The Food and Drug Administration has reauthorized Juul e-cigarettes, allowing them to be sold in the U.S.
The FDA announced on Thursday that Juul can keep its products on the market, after the company submitted studies that claim that its e-cigarettes are less harmful for adult smokers and that there may be a benefit in switching from smoking to vaping, The Associated Press reported.
The FDA’s decision is for both tobacco and menthol-flavored products that contain nicotine.
Juul will be one of two companies in the U.S. authorized to sell menthol-flavored vapes, the AP reported.
“This is an important milestone for the company and I think we made a scientifically sound case for the role that menthol can play in e-vapor,” Juul CEO K.C. Crosthwaite said.
The company had been valued at more than $13 billion but the FDA had ordered it to remove its items from store shelves in June 2022. The agency lifted the ban a month later, due to an appeal by Juul, Reuters reported.
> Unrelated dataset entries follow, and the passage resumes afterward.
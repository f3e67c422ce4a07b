#pragma once
// Largest and smallest value of a finite Fourier sum, in binary64, by sampling and Newton's method.

#include <functional>
#include <vector>

namespace heraldgauge::compare::fock {

// The harmonics of a function of phi from its values at phi_j = 2 pi j/(2Q+1), j = 0..2Q.
struct Harmonics {
  std::vector<double> cosine, sine;  // q = 0..Q
};
Harmonics harmonics_of(const std::vector<double>& values);

// Where it is largest and smallest, in radians.
struct ExtremeAngles {
  double largest, smallest;
};
ExtremeAngles extreme_angles(const Harmonics& harmonics);

}  // namespace heraldgauge::compare::fock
Still, the company suffered financially from it, after there were thousands of lawsuits filed against it, claiming that the devices were marketed to children and teens, The Wall Street Journal reported.
Juul had several fruit and candy flavors at one point, the AP reported.
The lawsuits, which were settled for more than a billion dollars, forced the company to drastically cut its workforce and affected the company’s bottom line, Bloomberg and Forbes reported.
The marketing ban was officially lifted in 2024 and allowed Juul’s application under scientific review, which eventually resulted in the federal reauthorization, The Wall Street Journal reported.